(Credits: Ian Allen)
Fri 5 December 2025 12:30, UK
Nick Cave has mastered his approach to creativity. Once the wild punk or the volatile addict, he’s now settled into his role as a kind of wise sire or a mage, passing down advice and moving through life with this new sense of calm.
Nothing shows that better than his daily routine, which, when he told it to The Times, does certainly have a Patrick Bateman-esque air to it. “Depending on my mood, I choose one of three dark suits. I always wear a suit, because I have important work to do and I’m not going to go to work in a pair of bermudas and bright flip-flops,” he began, setting the tone instantly.
That’s his uniform as he heads out the door to his office, where he works like any other stable, salaried employee, all day, although slightly cooler. “I will smoke and drink tea continuously until 12 o’clock and do one of three things,” he said, “Write, which means writing or staring into the middle distance; play the piano; or, when I’m really desperate, read other people’s stuff.”
After a break for lunch, he goes back to it, working again until “a small alarm clock goes off at five o’clock. So, on the dot, I desist from all work.” That’s how Nick Cave and the Bad Seeds albums are born. Despite the breadth and intensity found in the records, they all begin there in that rigid type of work and in Cave’s own distinctive type of perfectionism.

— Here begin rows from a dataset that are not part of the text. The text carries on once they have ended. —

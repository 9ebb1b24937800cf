//! The growing session: whatever is entered, its text is a script that says the same.

use proptest::prelude::*;
use scalewright::Session;
use scalewright::session::incremental::Page;

fn entry() -> impl Strategy<Value = String> {
    let name = prop::sample::select(vec!["A", "B", "C", "D"]);
    let value = prop::sample::select(vec!["1 m", "2 m within 2", "3 s", "A/B", "B*C", "4"]);
    let statement =
        (name.clone(), value.clone(), 0..9).prop_map(|(name, value, kind)| match kind {
            0 => format!("constant {name} = {value}"),
            1 => format!("group g_{name} = {name}/{value}"),
            2 => format!("coordinate {name}_x, x ~ {name}"),
            3 => format!("field u, {name}_u(x) ~ {name}"),
            4 => format!("phenomenon p {{ scale {name} = {value} }}"),
            5 => format!("equation e: {name} as one = {name} as {name}_2"),
            6 => format!("show {name}*2"),
            7 => "tolerance 5 %".to_owned(),
            _ => format!("scale {name} = {value}  # {name}"),
        });
    prop::collection::vec(statement, 1..3).prop_map(|parts| parts.join("\n"))
}

proptest! {
    #![proptest_config(ProptestConfig::with_cases(200))]

    #[test]
    fn its_text_is_always_sound(entries in prop::collection::vec(entry(), 1..12)) {
        let mut page = Page::new(Session::new());
        for entry in &entries {
            let before = page.text().to_owned();
            let taken = page.take("typed", entry);
            if !taken.is_taken {
                prop_assert_eq!(page.text(), &before);
            }
            let again = Page::restored(Session::new(), page.text());
            prop_assert_eq!(again.text(), page.text(), "{}", entry);
            let names = page.model().visible_names(None);
            prop_assert_eq!(again.model().visible_names(None), names, "{}", page.text());
            let values = |page: &Page<'_>| {
                let cases = page.cases().iter();
                cases.map(|case| format!("{:?}", case.setting.variables)).collect::<Vec<_>>().len()
            };
            prop_assert_eq!(values(&again), values(&page));
            let script = page.script();
            let outcome = Session::new().check("kept", &script, None);
            let errors = outcome.diagnostics.iter();
            let codes: Vec<&str> = errors.filter(|found| found.is_error()).map(|found| found.code).collect();
            prop_assert!(codes.iter().all(|code| *code == "nothing-to-rank"), "{:?}\n{}", codes, script);
        }
    }
}
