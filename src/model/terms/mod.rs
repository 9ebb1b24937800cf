//! Equations turned into terms, in one setting: products multiplied out (`expand`),
//! derivatives taken by the rules of `algebra::calculus` (`derivatives`), means taken
//! (`means`), nonlinear places of split fields and of coordinates about an origin expanded
//! (`expansion`), equations made of others (`made`); each term with its size, its process
//! and its text.

mod derivatives;
mod displacements;
mod expand;
mod expansion;
mod made;
mod means;
mod pieces;
mod sized;
mod splits;
mod tangents;
mod written;

use crate::algebra::monomial::{Monomial, Symbol, SymbolId};
use crate::algebra::product::{Product, Speller};
use crate::algebra::quantities::Size;
use crate::limits;
use crate::model::dimensions::{self, Dim, Place};
use crate::model::errors::ModelError;
use crate::model::settings::{Setting, Variable};
use crate::model::spelling;
use crate::model::values::{Fault, Names, Value};
use crate::model::{GroupId, Meaning, Model, combinations, names};
use crate::number::{Exponent, TooLarge};
use crate::source::Span;
use crate::syntax::ast::{self, ExprKind, Sign};
use crate::syntax::print;
use crate::units::Range;
use pieces::{Piece, Sided, Tag, collected, merged, named, without_cancelling, written_tag};
use written::{has_partials, holds_material, leading_minus, process_names, unnamed};

/// Left or right of `=`.
#[derive(Debug, Clone, Copy, PartialEq, Eq, PartialOrd, Ord)]
pub enum Side {
    /// Left.
    Left,
    /// Right.
    Right,
}

/// How far expansions in small ratios go.
#[derive(Debug, Clone, Copy, PartialEq, Eq)]
pub struct Depth {
    /// Their order.
    pub order: u32,
    /// Whether a coordinate about an origin is split into origin and displacement where it
    /// stands by itself, too.
    pub splits_levels: bool,
}

impl Depth {
    /// To the second order; a level stands for its coordinate.
    pub const RANKED: Depth = Depth {
        order: limits::EXPANSION_ORDER,
        splits_levels: false,
    };
}

/// One term of an equation in one setting. Putting its scales back gives what was written.
#[derive(Debug, Clone)]
pub struct Term {
    /// Its text, without a leading minus.
    pub text: String,
    /// The same as a tree, without process names.
    pub expr: ast::Expr,
    /// Whether a minus stands before the text.
    pub is_negative: bool,
    /// What it is, with its sign on its side.
    pub product: Product,
    /// Its size; the numbers are amounts.
    pub size: Size,
    /// The process it belongs to, where one is named.
    pub process: Option<String>,
    /// Its side.
    pub side: Side,
    /// The written summand that it comes from.
    pub summand: usize,
    /// For an expression with a size of its own: how far below its largest part it lies.
    pub below_parts: Option<f64>,
    /// The unit of its number, where that came from a literal with one.
    pub unit: Option<String>,
    /// Its order in the ratios of the expansions that it comes from; 0 without any.
    pub degree: u32,
    /// Where it, or what it comes from, is written.
    pub span: Span,
}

That’s what makes it so surprising that, actually, the Bad Seeds album he’s found the most enjoyable was one that broke out of that structure – one he barely touched at all.
“That was Mick Harvey’s pet project,” he said to Magnet magazine in a conversation about the band’s 2005 release, B-Sides & Rarities. Gathering up over 20 years of unreleased tracks, it was the band’s bassist that took charge here. While Cave continued charging on in his routine, Harvey dug back into the archives.
However, when Cave then got to hear the album, he loved it. “From my point of view, it’s probably the most enjoyable Bad Seeds record,” he said. That could come down to the simple fact that Cave essentially put out a new album without doing any work. But it could also come down to the music and how the distance from those songs allowed Cave to enjoy them again.
“I couldn’t even remember doing some of those songs. A lot of the stuff we record, we never play it back. I was in awe of Mick,” he said. It’s baffling that Cave could ever forget or underestimate some of these songs. Not only are there some amazing previously unheard tracks that move through years of Cave’s lyrical style, but there are also some great demo versions, acoustic takes or alternate attempts at hits, putting songs like ‘Deanna’ or ‘The Mercy Seat’ into a different context.
Recalling fondly, Cave said, “That’s a great record. That was something that arrived on my doorstep pretty much complete.”